# Cabinet bracing



## mhammer (Nov 30, 2007)

I made myself a simple 1 x 12" cabinet over the weekend. The baffle itself is 1/2" plywood, secured along two edges, rather than all 4, and the rest of the cab is solid pine. I'll call it "semi-closed" because there is an opening of about 5" in the back. The speaker is an old Jensen C12R, with a production date somewhere in the mid-to-late 60's. I was powering it with my Champion 110 last night, and found that, while the tone and efficiency was nice, and fuller than the stock 10" in the amp, the bass transients were a little annoying. They stuck out and made me want to insert a compressor or limiter. Switching to the amp's dirty channel tamed the bass somewhat, because the clipping diodes prevented big bass transients from occurring. But I don't see playing dirty all the time as any sort of workable solution.

So I was wondering whether bracing inside cabs helps to limit bass excursions without eliminating the bandwidth. Or maybe when the cab is light, the answer is a thicker, less compliant baffle, secured all around.

Alternatively, does a brace that connects baffle and rear panel help to reduce unwanted resonances? I'm curious about what exists "out there", either in terms of strategies use in commercial products, or simply ideas that people have tinkered with.


----------



## jbealsmusic (Feb 12, 2014)

Speaker excursion is the distance the speaker can move away from its resting position. You can't (or shouldn't) try manipulate that.

In your case, because of the thin baffle and comparatively loose attachment, the vibrations created by the speaker's movement may be causing the baffle to resonate enough that it is louder than the speaker itself. The purpose of mounting a speaker on a baffle is to absorb those vibrations. A thicker baffle that is attached on all 4 sides might be enough of a solution that you wouldn't need to brace it. Adding bracing would also help. The other potential problem is standing waves, which can be reduced by adding angled pieces in corners, adding internal baffles to break up the waves, and/or opening the rear baffle some more to allow more waves to escape out the back.

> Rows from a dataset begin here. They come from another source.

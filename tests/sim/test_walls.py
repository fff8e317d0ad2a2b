"""The walls inside sim/ (the project's architecture rule, DEVELOPERS.md "Three walls"; no outside
source):

1. only ``sim/orekit`` and ``sim/truth`` import Java (``org``, ``java``, ``jpype``, ``orekit_jpype``),
   anywhere in a file (also inside functions);
2. the rooms that read and judge (scenario, judge, log, models, loop, cli, campaign, gate, report,
   lincov, the public face) reach no Java at import time: no chain of module-level imports leads
   from them to a module that imports Java at module level, and importing them in a fresh
   interpreter loads no Java module;
3. no import circle among sim's modules (module-level imports, the ones that run at import time).

Each checker is first shown to flag a planted violation in a copy of the tree, so the tests
cannot pass vacuously.
"""

from __future__ import annotations

import ast
import shutil
import subprocess
import sys
from pathlib import Path

import pytest

REPO = Path(__file__).resolve().parents[2]
JAVA = ("org", "java", "javax", "jpype", "_jpype", "orekit_jpype", "jdk")
JAVA_ROOMS = ("sim.orekit", "sim.truth")
NO_JAVA_ROOMS = ("sim.scenario", "sim.judge", "sim.log", "sim.models", "sim.loop", "sim.cli",
                 "sim.campaign", "sim.gate", "sim.report", "sim.lincov", "sim.api", "sim.errors")


def _modules(root: Path) -> dict[str, Path]:
    out = {}
    for p in sorted((root / "sim").rglob("*.py")):
        if "__pycache__" in p.parts:
            continue
        parts = list(p.relative_to(root).with_suffix("").parts)
        if parts[-1] == "__init__":
            parts = parts[:-1]
        out[".".join(parts)] = p
    return out


def _imports(path: Path, module: str, top_level_only: bool) -> list[tuple[str, int]]:
    """(imported module name, line) of a file; relative imports resolved against ``module``."""
    tree = ast.parse(path.read_text(encoding="utf-8"), str(path))
    is_pkg = path.name == "__init__.py"
    nodes = tree.body if top_level_only else list(ast.walk(tree))
    if top_level_only:  # module level also means inside try/if blocks at module level
        stack, nodes = list(tree.body), []
        while stack:
            n = stack.pop()
            nodes.append(n)
            if isinstance(n, (ast.If, ast.Try)):
                stack.extend(n.body + n.orelse + getattr(n, "finalbody", [])
                             + [h for x in getattr(n, "handlers", []) for h in x.body])
    out = []
    for n in nodes:
        if isinstance(n, ast.Import):
            out += [(a.name, n.lineno) for a in n.names]
        elif isinstance(n, ast.ImportFrom):
            if n.level:
                base = module.split(".") if is_pkg else module.split(".")[:-1]
                base = base[: len(base) - (n.level - 1)]
                name = ".".join(base + ([n.module] if n.module else []))
            else:
                name = n.module or ""
            out.append((name, n.lineno))
            out += [(f"{name}.{a.name}", n.lineno) for a in n.names]  # `from sim.x import y` (a module)
    return out


def java_importers(root: Path) -> list[str]:
    """Files outside the Java rooms that import Java anywhere (also inside functions)."""
    bad = []
    for mod, path in _modules(root).items():
        if mod.startswith(JAVA_ROOMS):
            continue
        for name, line in _imports(path, mod, top_level_only=False):
            if name.split(".")[0] in JAVA:
                bad.append(f"{path.relative_to(root)}:{line}: {name}")
    return bad


def _graph(root: Path) -> dict[str, set[str]]:
    mods = _modules(root)
    g: dict[str, set[str]] = {}
    for mod, path in mods.items():
        deps = set()
        for name, _ in _imports(path, mod, top_level_only=True):
            if name.split(".")[0] in JAVA:
                deps.add("<java>")
            elif name in mods and name != mod:
                deps.add(name)
        g[mod] = deps
    return g


def java_reachable(root: Path) -> dict[str, list[str]]:
    """For each no-Java room's module, a module-level import chain that reaches Java, if any."""
    g = _graph(root)
    out = {}
    for start in g:
        if not start.startswith(NO_JAVA_ROOMS):
            continue
        seen, stack = {start: [start]}, [start]
        while stack:
            m = stack.pop()
            for d in g.get(m, ()):
                if d == "<java>":
                    out[start] = seen[m] + ["<java>"]
                    stack = []
                    break
                if d not in seen:
                    seen[d] = seen[m] + [d]
                    stack.append(d)
    return out


def import_cycles(root: Path) -> list[list[str]]:
    """Cycles of module-level imports among sim's modules (Tarjan's strongly connected components;
    a package importing its own submodule counts too)."""
    g = {m: {d for d in ds if d != "<java>"} for m, ds in _graph(root).items()}
    index, low, on, stack, out, k = {}, {}, set(), [], [], [0]

    def visit(v):
        index[v] = low[v] = k[0]
        k[0] += 1
        stack.append(v)
        on.add(v)
        for w in g.get(v, ()):
            if w not in index:
                visit(w)
                low[v] = min(low[v], low[w])
            elif w in on:
                low[v] = min(low[v], index[w])
        if low[v] == index[v]:
            comp = []
            while True:
                w = stack.pop()
                on.discard(w)
                comp.append(w)
                if w == v:
                    break
            if len(comp) > 1:
                out.append(sorted(comp))

    limit = sys.getrecursionlimit()
    sys.setrecursionlimit(max(10000, limit))
    try:
        for v in sorted(g):
            if v not in index:
                visit(v)
    finally:
        sys.setrecursionlimit(limit)  # other tests rely on the interpreter's own limit
    return out


@pytest.fixture
def planted_tree(tmp_path):
    shutil.copytree(REPO / "sim", tmp_path / "sim", ignore=shutil.ignore_patterns("__pycache__"))
    return tmp_path


# ---- the checks on this tree -------------------------------------------------------------------


def test_only_the_orekit_and_truth_rooms_import_java():
    assert java_importers(REPO) == []


def test_the_reading_rooms_reach_no_java_at_import_time():
    assert java_reachable(REPO) == {}


def test_no_import_circle_in_sim():
    assert import_cycles(REPO) == []


def test_importing_the_reading_rooms_loads_no_java():
    code = ("import importlib, pkgutil, sys\n"
            f"sys.path.insert(0, {str(REPO)!r})\n"
            "import sim\n"
            "for m in pkgutil.walk_packages(sim.__path__, 'sim.'):\n"
            f"    if m.name.startswith({NO_JAVA_ROOMS!r}) and not m.name.endswith('__main__'):\n"
            "        importlib.import_module(m.name)\n"
            f"bad = sorted(m for m in sys.modules if m.split('.')[0] in {JAVA!r})\n"
            "print('LOADED', bad)\n")
    res = subprocess.run([sys.executable, "-c", code], cwd=str(REPO), capture_output=True, text=True,
                         timeout=120)
    assert res.returncode == 0, res.stderr
    assert "LOADED []" in res.stdout, res.stdout


# ---- each checker flags a planted violation ----------------------------------------------------


def test_planted_java_import_in_the_judge_is_flagged(planted_tree):
    p = planted_tree / "sim" / "judge" / "metrics.py"
    p.write_text(p.read_text() + "\n\ndef _x():\n    from org.orekit.frames import FramesFactory\n")
    assert any("judge/metrics.py" in b and "org.orekit" in b for b in java_importers(planted_tree))


def test_planted_module_level_chain_to_java_is_flagged(planted_tree):
    p = planted_tree / "sim" / "log" / "reader.py"
    p.write_text("from sim.orekit.boot import boot  # planted\n" + p.read_text())
    (planted_tree / "sim" / "orekit" / "boot.py").write_text(
        (planted_tree / "sim" / "orekit" / "boot.py").read_text() + "\nimport jpype  # planted\n")
    chains = java_reachable(planted_tree)
    assert "sim.log.reader" in chains and chains["sim.log.reader"][-1] == "<java>"


def test_planted_import_circle_is_flagged(planted_tree):
    p = planted_tree / "sim" / "log" / "recorder.py"
    p.write_text(p.read_text() + "\nfrom sim.log.reader import read_log  # planted circle\n")
    assert any({"sim.log.reader", "sim.log.recorder"} <= set(c) for c in import_cycles(planted_tree))
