def main() -> None:
    ap = argparse.ArgumentParser(description=__doc__.split("\n")[0])
    ap.add_argument("--days", type=float, default=10.0)
    ap.add_argument("--warmup-days", type=float, default=3.0)
    ap.add_argument("--profile", default=None, help="write a cProfile of the closed loop here")
    ap.add_argument("--keep-log", default=None, help="keep the closed-loop run log at this path")
    ap.add_argument("--no-thread", action="store_true",
                    help="write the log on the main thread (RunOptions(log_thread=False))")
    ap.add_argument("--repeat", type=int, default=1,
                    help="closed-loop runs in all (each followed by a bare run); prints the median ratio")
    ap.add_argument("--no-early-start", action="store_true",
                    help="no early start of the chief's segments (TruthWorld.start_early off)")
    args = ap.parse_args()
    if args.repeat < 1:
        ap.error(f"--repeat {args.repeat}: a whole number of runs, 1 or more")
    if args.no_early_start:
        import sim.truth.world

        sim.truth.world.TruthWorld.start_early = lambda self, t_s, names: []
    if args.no_thread:
        global OPTIONS
        OPTIONS = OPTIONS.replace(log_thread=False)

    from sim.orekit.boot import boot

    boot()
    cfg = make_cfg(args.days)
    warm = make_cfg(args.warmup_days)
    tmp = Path(tempfile.mkdtemp(prefix="covey_loop_bench_"))
    # warm-up (not timed): the JIT needs several simulated days before timings settle
    t0 = time.perf_counter()
    bare_seconds(warm)
    closed_loop_seconds(warm, tmp / "warm.h5")
    warm_s = time.perf_counter() - t0

    bare_before, each_before = bare_seconds(cfg)
    capture_worlds()
    install_timers()
    time_sampler()
    TIMERS.clear()
    CALLS.clear()
    out = Path(args.keep_log) if args.keep_log else tmp / "loop.h5"
    wall, cpu, summary = closed_loop_cpu(cfg, out, args.profile)
    timers = dict(TIMERS)
    calls = dict(CALLS)
    flown = WORLDS[-1]  # the closed loop's truth
    bare_after, each_after = bare_seconds(cfg)
    replay = replay_seconds(cfg, flown, out)
    threads = int(getattr(flown, "threads", 1))
    bare_par = bare_threaded_seconds(cfg, threads) if threads > 1 else None
    bare = 0.5 * (bare_before + bare_after)
    bare_cpu = 0.5 * (BARE_CPU[-2] + BARE_CPU[-1])

    n_sc = len(summary.spacecraft)
    n_cyc = int(round(cfg.duration_s / CYCLE_S))
    print(f"{cfg.name}: {n_sc} spacecraft, {args.days:g} days, law hybrid_resolve, cycle_s = resolve_s = "
          f"{CYCLE_S:g} s ({n_cyc} cycles), log_step_s = {cfg.log_step_s:g} s, full force model, "
          f"realistic navigation and actuators; warm-up {args.warmup_days:g} days ({warm_s:.1f} s)")
    print(f"bare Orekit, one propagate() per spacecraft : before {bare_before:.2f} s "
          f"({', '.join(f'{x:.2f}' for x in each_before)}), after {bare_after:.2f} s "
          f"({', '.join(f'{x:.2f}' for x in each_after)}), mean {bare:.2f} s "
          f"= {bare / (n_sc * args.days):.3f} s per spacecraft-day")
    guid = timers.get("guidance (law.step)", 0.0)
    print(f"closed loop, run_scenario wall time          : {wall:.2f} s "
          f"= {wall / (n_sc * args.days):.3f} s per spacecraft-day "
          f"(log-writer thread: {'on' if OPTIONS.log_thread else 'off'})")
    print(f"RATIO closed loop / bare                     : {wall / bare:.3f}  (target <= 1.2)")
    harness = (wall - guid) / bare  # the loop without the law's own time, x bare
    print(f"  without the guidance law's own time         : {harness:.3f}  "
          f"(law.step {guid:.2f} s = {guid / bare:.3f} x bare)")
    budget = (1.2 - harness) * bare
    print(f"  the law's time the 1.2 target leaves         : {budget:.2f} s (it took {guid:.2f} s: "
          f"{guid / budget:.2f} x that)" if budget > 0 else
          f"  the law's time the 1.2 target leaves         : none (the loop without it is already "
          f"{harness:.3f} x bare)")
    print(f"  reference: bare replay of what was flown     : {replay:.2f} s (same switches as drag "
          f"spans, same executed impulses, one propagate() each) = {replay / bare:.3f} x bare; closed loop / "
          f"replay {wall / replay:.3f}; replay end position - closed-loop truth end position "
          f"{', '.join(f'{g:.1f}' for g in REPLAY_GAP_M)} m")
    print(f"  process CPU time, closed loop / bare        : {cpu:.2f} / {bare_cpu:.2f} s = {cpu / bare_cpu:.3f} "
          f"(all threads, JVM included)")
    print(f"  truth threads in the closed loop            : {threads} (COVEY_TRUTH_THREADS; the bare "
          f"reference above is one propagate() after the other)")
    if bare_par is not None:
        print(f"  reference: bare on {threads} threads             : {bare_par:.2f} s; closed loop / "
              f"that {wall / bare_par:.3f}")
    print("where the closed-loop wall time goes (s, share, calls; [worker] = on the log-writer "
          "thread, overlapped with the main thread):")
    main_keys = [k for k in timers if not k.startswith("  ") and not k.startswith("[worker]")]
    top = sum(timers[k] for k in main_keys)
    order = ["truth propagation (advance_to)", "  of which step handler (Python)"]
    order += [k for k in sorted(main_keys, key=lambda k: -timers[k]) if k not in order]
    order += sorted((k for k in timers if k.startswith("[worker]")), key=lambda k: -timers[k])
    for k in order:
        if k in timers:
            print(f"  {k:46s} {timers[k]:8.2f}  {100 * timers[k] / wall:5.1f} %  {calls.get(k, 0):7d}")
    print(f"  {'other (engine loop, checks, run set-up)':46s} {wall - top:8.2f}  "
          f"{100 * (wall - top) / wall:5.1f} %")
    print(f"  truth propagation minus bare                 {timers.get('truth propagation (advance_to)', 0) - bare:8.2f}")
    if args.repeat > 1:
        ratios = [wall / bare]
        b_prev = bare_after
        for k in range(1, args.repeat):
            w_k, _, _ = closed_loop_cpu(cfg, tmp / f"loop{k}.h5", None)
            b_k, _ = bare_seconds(cfg)
            ratios.append(w_k / (0.5 * (b_prev + b_k)))
            b_prev = b_k
        print(f"RATIO over {args.repeat} runs (each closed loop / mean of the bare runs either side): "
              f"{', '.join(f'{r:.3f}' for r in ratios)}; median {float(np.median(ratios)):.3f}  "
              f"(target <= 1.2)")
    m = {d.name: d for d in summary.metrics}
    print("run result: " + "; ".join(
        f"{n}: dv {d.dv_total_mps:.4f} m/s, final |err| {d.final_error_norm_m:.1f} m"
        for n, d in m.items()))
    if args.profile:
        import pstats

        print(f"cProfile written to {args.profile} (profiling slows the closed loop: ratio above not comparable)")
        pstats.Stats(args.profile).sort_stats("tottime").print_stats(25)
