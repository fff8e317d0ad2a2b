"""Fuzzed inputs to ``covey validate`` (no Java): a few hundred seeded mutations of the example
scenarios and of ``--set`` items must each end as "ok" (exit 0) or "refused" (exit 2, one line
on stderr), never as an unexpected error, another exit code or a traceback.

The mutator and the outcome rules are benchmarks/fuzz_inputs.py (which runs 2,000+ cases);
fuzzing against a fixed seed is common practice, no source.
"""

from __future__ import annotations

import importlib.util
from pathlib import Path


_PATH = Path(__file__).resolve().parents[2] / "benchmarks" / "fuzz_inputs.py"
_spec = importlib.util.spec_from_file_location("covey_fuzz_inputs", _PATH)
fuzz_inputs = importlib.util.module_from_spec(_spec)
_spec.loader.exec_module(fuzz_inputs)


def test_400_mutations_no_unexpected_error(monkeypatch):
    monkeypatch.delenv("COVEY_OREKIT_DATA", raising=False)
    outcomes, by_kind, failures = fuzz_inputs.fuzz(400, seed=20261204)
    assert failures == []
    assert outcomes["ok"] + outcomes["refused"] == 400
    # the mutations reach both outcomes and every kind of mutation ran
    assert outcomes["ok"] >= 10 and outcomes["refused"] >= 200
    kinds = {k for k, _ in by_kind}
    assert {"set:key", "set:value", "text:deep_nesting", "text:bad_utf8", "text:truncate"} <= kinds


def test_the_harness_sees_failures(tmp_path, monkeypatch, repo_root):
    """An exception out of main, an "unexpected error" exit 1 and a stray stderr line on exit 0
    are failures (so the test above can fail)."""
    import sim.cli.main

    scenario = str(repo_root / "scenarios/ideal_pair.toml")
    assert fuzz_inputs.run_case(scenario, None, [], tmp_path)[0] == "ok"
    assert fuzz_inputs.run_case(scenario, None, ["run.seed=-1"], tmp_path)[0] == "refused"

    def boom(argv):
        raise RecursionError("deep")

    monkeypatch.setattr(sim.cli.main, "main", boom)
    assert fuzz_inputs.run_case(scenario, None, [], tmp_path)[0] == "failure"

    def unexpected(argv):
        import sys

        sys.stderr.write("covey: unexpected error: TypeError: x\n")
        return 1

    monkeypatch.setattr(sim.cli.main, "main", unexpected)
    assert fuzz_inputs.run_case(scenario, None, [], tmp_path)[0] == "failure"

    def warns(argv):
        import sys

        sys.stderr.write("RuntimeWarning: overflow encountered in dot\n")
        return 0

    monkeypatch.setattr(sim.cli.main, "main", warns)
    assert fuzz_inputs.run_case(scenario, None, [], tmp_path)[0] == "failure"
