def _fake_world_class():
    """The fake truth of tests/conftest.py (behind the fake_truth fixture), remembering its
    instances so a test can read what the engine loaded into it. Imported late: this module is
    also imported by the engine, to load the laws above."""
    if not _FAKE_WORLD:
        from conftest import FakeTruthWorld

        class FakeWorld(FakeTruthWorld):
            instances: list = []

            def __init__(self, *a, **k):
                super().__init__(*a, **k)
                FakeWorld.instances.append(self)

        _FAKE_WORLD.append(FakeWorld)
    return _FAKE_WORLD[0]


def _str(a):
    return [x.decode() if isinstance(x, bytes) else str(x) for x in np.asarray(a).reshape(-1)]


# ------------------------------------------------------------------------------------------
# A law that raises or answers badly mid-run (covey's own contract, common practice, no source)
# ------------------------------------------------------------------------------------------

FAIL_CASES = {
    "raise": ("step() raised RuntimeError: deliberate failure at t = 16200 s (second line",),
    "nan": ("commands['beta'].impulses[0].dv_rtn_mps", "nan", "3 finite numbers in m/s"),
    "mode": ("commands['beta'].mode_switches[0].mode = 'sideways'", "one of ['max_drag', 'min_drag', 'nominal']"),
    "past": ("commands['beta'].impulses[0].t_s = 16100.000 s is before the cycle time",),
    "type": ("step() returned dict, expected GuidanceOutput",),
    "diagnostics": ("GuidanceOutput.diagnostics is NoneType, expected Diagnostics",),
    "bare_impulse": ("commands['beta'].impulses is Impulse, expected a tuple",),
    "solve_time": ("diagnostics.solve_time_s = 'fast': a finite number in s",),
}


@pytest.mark.parametrize("how", sorted(FAIL_CASES))
def test_bad_law_fails_run_and_keeps_data(tmp_path, repo_root, fake_truth, how):
    cycle = 5400.0
    t_fail = 3 * cycle
    cfg = _demo(repo_root, **{"run.duration_days": 1.0, "guidance.law": f"{THIS}:RaisingLaw",
                              "guidance.settings.how": how, "guidance.settings.fail_at_s": t_fail})
    s = run_scenario(cfg, tmp_path / "f.h5")
    assert s.status == "failed" and s.exit_code == 1 and s.t_end_s == t_fail
    assert "\n" not in s.reason and "GuidanceFailure" in s.reason and "t = 16200.0 s" in s.reason
    for part in FAIL_CASES[how]:
        assert part in s.reason, (part, s.reason)
    log = read_log(s.path)
    assert log.status == "failed" and log.reason == s.reason and log.meta["t_end_s"] == t_fail
    tb = log.get("meta/traceback")
    assert "GuidanceFailure" in tb
    if how == "raise":  # the law's own frames and exception, through the exception chain
        assert "in _explode" in tb and "RuntimeError: deliberate failure at t = 16200 s" in tb
    else:
        assert "check_output" in tb
    # everything up to the failing cycle is kept
    t = log.get("spacecraft/alpha/truth/t_s")
    assert np.allclose(t, np.arange(0.0, t_fail + 1.0, cfg.log_step_s))
    for name in ("beta", "gamma"):
        assert np.array_equal(log.get(f"spacecraft/{name}/truth/t_s"), t)
        assert log.get(f"spacecraft/{name}/mean_roe_m").shape == (len(t), 6)
        # navigation is made before the law is called: one row per cycle including the failing one
        assert np.allclose(log.get(f"navigation/relative/{name}/t_s"), [0.0, cycle, 2 * cycle, t_fail])
    assert np.allclose(log.get("navigation/absolute/alpha/t_s"), [0.0, cycle, 2 * cycle, t_fail])
    assert np.allclose(log.get("guidance/cycles/t_s"), [0.0, cycle, 2 * cycle])
    assert _str(log.get("guidance/cycles/message")) == ["cycle at 0 s", "cycle at 5400 s", "cycle at 10800 s"]
    # one commanded burn per deputy per good cycle, executed at its cycle
    assert np.allclose(sorted(log.get("commands/impulses/t_cmd_s")), np.repeat([5.0, cycle + 5.0, 2 * cycle + 5.0], 2))
    assert _str(log.get("commands/impulses/status")) == ["executed"] * 6


def test_law_raising_in_setup_fails_run(tmp_path, repo_root, fake_truth, capsys):
    from sim.cli.main import main

    out = tmp_path / "s.h5"
    code = main(["run", str(repo_root / "scenarios/demo_formation.toml"), "-o", str(out),
                 "--set", f'guidance.law="{THIS}:RaisingLaw"', "--set", "guidance.settings.how=setup"])
    err = capsys.readouterr().err
    assert code == 1 and len(err.strip().splitlines()) == 1 and "Traceback" not in err, err
    assert "setup() raised RuntimeError: no such thing (second line)" in err
    log = read_log(out)
    assert log.status == "failed" and "in setup" in log.get("meta/traceback")


def test_bad_law_cli_exit_1_one_line(tmp_path, repo_root, fake_truth, capsys):
    from sim.cli.main import main

    out = tmp_path / "c.h5"
    code = main(["run", str(repo_root / "scenarios/demo_formation.toml"), "-o", str(out),
                 "--set", "run.duration_days=0.5", "--set", f'guidance.law="{THIS}:RaisingLaw"',
                 "--set", "guidance.settings.how=raise",
                 # deadlines inside the run: no validate warning precedes the one error line
                 "--set", "deputies[0].deadline_days=0.5", "--set", "deputies[1].deadline_days=0.5"])
    cap = capsys.readouterr()
    assert code == 1
    lines = cap.err.strip().splitlines()
    assert len(lines) == 1 and "Traceback" not in cap.err, cap.err
    assert lines[0].startswith("covey: guidance law") and "deliberate failure at t = 16200 s" in lines[0]
    assert read_log(out).status == "failed"


# ------------------------------------------------------------------------------------------
# Navigation error statistics from the log
# ------------------------------------------------------------------------------------------

NAV_DT_S = 10.0  # guidance cycle = navigation update: one fresh fix per logged row
NAV_CYCLES = 2000
# per axis (R, T, N): white, Gauss-Markov sigma, GM tau. Axis patterns: white only, GM only, both.
# Time constants near the update interval make the lag-1 autocorrelation most informative about tau.
NAV_MODEL = {
    ("absolute", "position_m"): ((2.0, 0.0, 1.0), (0.0, 3.0, 1.5), (600.0, 12.0, 10.0)),
    ("absolute", "velocity_mps"): ((0.01, 0.0, 0.005), (0.0, 0.02, 0.004), (600.0, 25.0, 8.0)),
    ("relative", "position_m"): ((0.0, 0.01, 0.02), (0.03, 0.0, 0.01), (15.0, 600.0, 10.0)),
    ("relative", "velocity_mps"): ((2e-4, 0.0, 1e-4), (0.0, 3e-4, 2e-4), (600.0, 10.0, 20.0)),
}


def _nav_overrides():
    over = {"navigation.perfect": False}
    for (kind, table), (w, g, tau) in NAV_MODEL.items():
        base = f"navigation.{kind}"
        over[f"{base}.update_s"] = NAV_DT_S
        over[f"{base}.{table}.white_sigma"] = list(w)
        over[f"{base}.{table}.bias_sigma"] = [0.0, 0.0, 0.0]
        over[f"{base}.{table}.gm_sigma"] = list(g)
        over[f"{base}.{table}.gm_tau_s"] = list(tau)
    return over


def _acf(white, gm, tau_s, dt_s, n_lags):
    """Model autocorrelation rho_0..rho_n of white + first-order Gauss-Markov sampled every dt
    (Gelb 1974 [memory]: the GM part has autocorrelation exp(-|k| dt / tau))."""
    k = np.arange(n_lags + 1)
    rho = gm ** 2 * np.exp(-k * dt_s / tau_s) / (white ** 2 + gm ** 2)
    rho[0] = 1.0
    return rho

Something else to consider is that if your C12R is anything like the modern ones, it is a VERY bass heavy speaker. It would be tough to design a box that would tame that low end response. Short of putting an parametric EQ somewhere in your signal chain to dial out the most resonant frequency, if the above suggestions don't work I'm not sure it can be tamed.

Does anyone know or have access to the T/S parameters of a vintage C12R? That would certainly help.


----------



## Mooh (Mar 7, 2007)

You'll know better than me, but my ears tend to prefer either a fully open back or a front vented cab.


----------



## mhammer (Nov 30, 2007)

All good suggestions. Since it is the simplest of all, I think I'll start by adding bracing strips across the top and bottom front edges and secure the baffle on all four surfaces, instead of just 2. We'll see how that goes. I can also remove the back panel and see what difference that makes.

I have an Eminence Legend 12" (can't tell which model) that I might also try out in the same cab, to see if it's the cab design or the speaker.

Alternatively, after playing almost exclusively through 6" and 8" speakers the last half dozen years or more, it may be my sonic expectations and unfamiliarity that may need tuning, rather than the speaker. Eight-inchers generally deliver no thud when you hit the low E.


----------



## Granny Gremlin (Jun 3, 2016)

Excursion is not a bad thing. It is how far the cone/voice coil moves in and out (relative to resting position). It has to move that far if it's getting that much power at that frequency (whatever those are in your case). Do not try to tamper with that - it needs to do what it is doing.... the only way to effect that at all (safely) is to use a well tuned sealed (aka Acoustic Suspension) cabinet which will reign it in a bit (and increase power handling of the speaker a few percentage points above the manufacturer's published 'free air' spec).

Secondly, with open back cabs bracing and resonances are moot (aside from general build quality issues). But yours isn't exactly open back. The easiest thing to do is make it a proper open back - you may have accidentally made a poor bass reflex cab (which could explain the woofiness). You could convert to sealed but that might not work ideally, but if you stuff it it should be fine (a poorly tuned sealed will just not have as much bass response as it could have and won;t be as responsive to playing dynamics). 1/2" wood all around is fine without bracing (but stuffed) for 30 watts or so and down. If it's taking more power than that or you play a 7 string or a drop tuning (reg 6 string tuning does not go very low and bass resonaces are hardly problematic unless you made the dimensions perfect for a 80 to 100 -Hz standing wave, 82ish Hz being low E - that would be some amazingly rotten luck). 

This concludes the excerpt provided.